*** Begin section ***
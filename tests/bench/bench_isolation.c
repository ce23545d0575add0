/* SPDX-License-Identifier: GPL-3.0-or-later */
/* The linear programme of an isolation, 4 to 8 primaries and as many receptors
 * to hold as leave some freedom, beside GLPK with one object that keeps its
 * rows and columns from programme to programme. */
#include <math.h>
#include <stdio.h>
#include <stdlib.h>

#include <glpk.h>

#include "bench.h"
#include "gen.h"
#include "stimulus/stimulus_private.h"

enum { PROGRAMMES = 2000 };

typedef struct contest {
  size_t n_rows, n_columns;
  const ef__table *table;
  ef__simplex *simplex;
  glp_prob *glpk;
  double *value; /* optima, NaN without one */
} contest;

/* Silenced receptors are rows that sum to zero, drives have room on both sides
 * of a background; the last column is the contrast, that is made large. */
static void fill(gen *g, size_t m, size_t n, ef__table *p) {
  *p = (ef__table){.n_rows = m, .n_columns = n};
  gen_fill(g, m * n, 0, 1, p->row);
  for (size_t j = 0; j + 1 < n; ++j) {
    const double background = gen_between(g, 0.2, 0.8);
    p->low[j] = -background;
    p->high[j] = 1 - background;
  }
  for (size_t i = 0; i < m; ++i) p->row[i * n + n - 1] = i == 0 ? -1 : 0;
  p->high[n - 1] = 100;
  p->gain[n - 1] = 1;
}

static void run_ours(void *context) {
  contest *const c = context;
  for (size_t k = 0; k < PROGRAMMES; ++k) {
    double x[EF_MAX_DRIVES + 1];
    if (ef__table_solve(&c->table[k], c->simplex, x, &c->value[k]) !=
        EF__SIMPLEX_BEST) {
      c->value[k] = (double)NAN;
    }
  }
}

static void run_glpk(void *context) {
  contest *const c = context;
  const size_t m = c->n_rows, n = c->n_columns;
  glp_smcp settings;
  glp_init_smcp(&settings);
  settings.msg_lev = GLP_MSG_OFF;
  for (size_t k = 0; k < PROGRAMMES; ++k) {
    const ef__table *const p = &c->table[k];
    for (size_t j = 0; j < n; ++j) {
      int row[EF_MAX_DRIVES + 2];
      double column[EF_MAX_DRIVES + 2];
      for (size_t i = 0; i < m; ++i) {
        row[i + 1] = (int)i + 1;
        column[i + 1] = p->row[i * n + j];
      }
      glp_set_mat_col(c->glpk, (int)j + 1, (int)m, row, column);
      glp_set_col_bnds(c->glpk, (int)j + 1, GLP_DB, p->low[j], p->high[j]);
      glp_set_obj_coef(c->glpk, (int)j + 1, p->gain[j]);
    }
    for (size_t i = 0; i < m; ++i)
      glp_set_row_bnds(c->glpk, (int)i + 1, GLP_FX, p->right[i], p->right[i]);
    glp_std_basis(c->glpk);
    c->value[k] = glp_simplex(c->glpk, &settings) == 0 &&
                          glp_get_status(c->glpk) == GLP_OPT
                      ? glp_get_obj_val(c->glpk)
                      : (double)NAN;
  }
}

static void bench_primaries(size_t n_primaries) {
  const size_t m = n_primaries < 5 ? 3 : 4, n = n_primaries + 1;
  ef__table *const table = bench_allocate(PROGRAMMES, sizeof *table);
  double *const ours = bench_allocate(PROGRAMMES, sizeof *ours);
  double *const theirs = bench_allocate(PROGRAMMES, sizeof *theirs);
  gen g = gen_new(n_primaries);
  for (size_t k = 0; k < PROGRAMMES; ++k) fill(&g, m, n, &table[k]);
  glp_prob *const glpk = glp_create_prob();
  glp_set_obj_dir(glpk, GLP_MAX);
  glp_add_rows(glpk, (int)m);
  glp_add_cols(glpk, (int)n);
  ef__simplex *const simplex = ef__simplex_new(m, n);
  if (simplex == NULL) exit(1);
  contest a = {m, n, table, simplex, glpk, theirs}, b = a;
  b.value = ours;
  char name[2][64], what[96];
  snprintf(name[0], sizeof name[0], "isolation%zu_glpk", n_primaries);
  snprintf(name[1], sizeof name[1], "isolation%zu", n_primaries);
  bench_entry entry[] = {{name[0], run_glpk, &a, false, 0},
                         {name[1], run_ours, &b, false, 0}};
  bench_run(2, entry);
  bench_per_item(2, entry, PROGRAMMES);
  snprintf(what, sizeof what,
           "isolation by linear programme, %zu primaries, %zu rows",
           n_primaries, m);
  bench_row(what, "GLPK, object reused", &entry[1], &entry[0], 10);
  double largest = 0;
  for (size_t k = 0; k < PROGRAMMES; ++k) {
    const double off = fabs(ours[k] - theirs[k]) / fmax(1, fabs(theirs[k]));
    if (!(off <= largest)) largest = off;
  }
  snprintf(what, sizeof what, "isolation%zu_error", n_primaries);
  bench_value(what, largest, "relative, of the optimum");
  ef__simplex_free(simplex);
  glp_delete_prob(glpk);
  free(table);
  free(ours);
  free(theirs);
}

int main(void) {
  for (size_t n = 4; n <= EF_MAX_DRIVES; ++n) bench_primaries(n);
  return 0;
}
*** End section ***
* [HOW TO COMPLETE THIS TASK]:
From the line containing "for (size_t n" through the last line of the entries above, print every line exactly, including both ends, and nothing else.

* [TASK RESPONSE]:
  for (size_t n = 4; n <= EF_MAX_DRIVES; ++n) bench_primaries(n);
  return 0;
}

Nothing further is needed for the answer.